- **Required work**:
Set down, please, exactly the lines below that run from the line with "length = str(len(payload)).encode()" to the line with "length + payload", both lines included.

(Items listed in a dataset)
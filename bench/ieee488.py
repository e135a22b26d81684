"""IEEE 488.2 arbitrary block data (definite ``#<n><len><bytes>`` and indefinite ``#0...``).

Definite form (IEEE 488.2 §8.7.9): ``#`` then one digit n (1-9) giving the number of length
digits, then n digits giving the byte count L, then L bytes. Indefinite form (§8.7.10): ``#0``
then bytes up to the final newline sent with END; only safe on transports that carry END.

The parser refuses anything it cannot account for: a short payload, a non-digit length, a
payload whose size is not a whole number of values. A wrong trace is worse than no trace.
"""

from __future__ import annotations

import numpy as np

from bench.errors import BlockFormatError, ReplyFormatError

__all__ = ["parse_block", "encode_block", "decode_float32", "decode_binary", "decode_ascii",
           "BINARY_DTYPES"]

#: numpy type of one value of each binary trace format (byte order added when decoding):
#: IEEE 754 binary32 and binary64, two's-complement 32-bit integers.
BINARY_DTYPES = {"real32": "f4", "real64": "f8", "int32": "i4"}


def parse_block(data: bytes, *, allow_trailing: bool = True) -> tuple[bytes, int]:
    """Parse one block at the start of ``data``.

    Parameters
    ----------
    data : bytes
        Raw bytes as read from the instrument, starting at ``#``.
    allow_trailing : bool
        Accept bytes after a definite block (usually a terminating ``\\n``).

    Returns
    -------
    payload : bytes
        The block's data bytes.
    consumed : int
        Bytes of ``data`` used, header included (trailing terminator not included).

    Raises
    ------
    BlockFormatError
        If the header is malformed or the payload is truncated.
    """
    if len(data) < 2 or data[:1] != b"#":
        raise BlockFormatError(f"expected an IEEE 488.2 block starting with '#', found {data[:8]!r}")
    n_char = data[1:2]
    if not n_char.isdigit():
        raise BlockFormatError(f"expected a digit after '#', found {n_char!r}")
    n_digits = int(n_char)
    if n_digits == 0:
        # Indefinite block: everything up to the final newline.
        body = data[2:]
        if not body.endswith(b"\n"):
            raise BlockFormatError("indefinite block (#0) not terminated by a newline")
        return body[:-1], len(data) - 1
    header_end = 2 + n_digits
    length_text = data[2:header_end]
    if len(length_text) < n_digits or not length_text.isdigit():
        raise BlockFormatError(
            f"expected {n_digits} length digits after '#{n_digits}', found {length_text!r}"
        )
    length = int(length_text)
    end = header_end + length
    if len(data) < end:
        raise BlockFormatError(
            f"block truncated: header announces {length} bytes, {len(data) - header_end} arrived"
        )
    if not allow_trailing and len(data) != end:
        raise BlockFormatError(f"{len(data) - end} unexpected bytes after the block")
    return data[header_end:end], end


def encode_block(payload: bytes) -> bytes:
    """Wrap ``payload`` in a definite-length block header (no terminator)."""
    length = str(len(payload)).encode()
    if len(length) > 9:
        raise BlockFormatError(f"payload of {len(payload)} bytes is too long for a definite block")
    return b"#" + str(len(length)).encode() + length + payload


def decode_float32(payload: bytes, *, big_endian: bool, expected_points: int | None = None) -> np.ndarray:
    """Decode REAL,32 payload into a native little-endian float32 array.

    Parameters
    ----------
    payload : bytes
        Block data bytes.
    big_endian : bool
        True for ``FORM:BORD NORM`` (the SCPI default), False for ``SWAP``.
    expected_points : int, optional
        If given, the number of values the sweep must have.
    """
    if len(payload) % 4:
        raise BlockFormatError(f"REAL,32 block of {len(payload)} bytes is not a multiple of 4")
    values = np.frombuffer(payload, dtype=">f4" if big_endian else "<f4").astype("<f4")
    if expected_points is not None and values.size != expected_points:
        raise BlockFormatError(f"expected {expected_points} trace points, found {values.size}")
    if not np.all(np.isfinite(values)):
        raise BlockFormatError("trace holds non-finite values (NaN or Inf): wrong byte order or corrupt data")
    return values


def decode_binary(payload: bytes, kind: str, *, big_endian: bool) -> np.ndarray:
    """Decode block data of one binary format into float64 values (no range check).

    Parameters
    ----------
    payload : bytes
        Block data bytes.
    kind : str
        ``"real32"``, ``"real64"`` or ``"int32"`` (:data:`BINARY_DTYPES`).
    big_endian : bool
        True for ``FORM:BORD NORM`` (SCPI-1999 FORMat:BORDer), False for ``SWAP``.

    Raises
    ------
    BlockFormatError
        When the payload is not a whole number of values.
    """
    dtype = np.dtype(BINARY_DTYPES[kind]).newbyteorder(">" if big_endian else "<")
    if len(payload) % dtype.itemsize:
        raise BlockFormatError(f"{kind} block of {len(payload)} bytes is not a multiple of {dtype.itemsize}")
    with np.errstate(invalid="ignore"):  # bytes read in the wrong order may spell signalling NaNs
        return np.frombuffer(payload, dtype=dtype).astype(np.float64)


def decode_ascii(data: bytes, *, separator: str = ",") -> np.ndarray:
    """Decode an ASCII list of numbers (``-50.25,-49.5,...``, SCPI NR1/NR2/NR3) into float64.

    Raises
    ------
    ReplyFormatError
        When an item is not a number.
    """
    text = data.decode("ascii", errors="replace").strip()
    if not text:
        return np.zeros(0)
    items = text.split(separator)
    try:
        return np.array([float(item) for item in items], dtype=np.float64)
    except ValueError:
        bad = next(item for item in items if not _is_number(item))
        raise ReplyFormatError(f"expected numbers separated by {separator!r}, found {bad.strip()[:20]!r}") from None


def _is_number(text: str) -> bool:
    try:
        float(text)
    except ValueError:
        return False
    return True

- **Response**:
    length = str(len(payload)).encode()
    if len(length) > 9:
        raise BlockFormatError(f"payload of {len(payload)} bytes is too long for a definite block")
    return b"#" + str(len(length)).encode() + length + payload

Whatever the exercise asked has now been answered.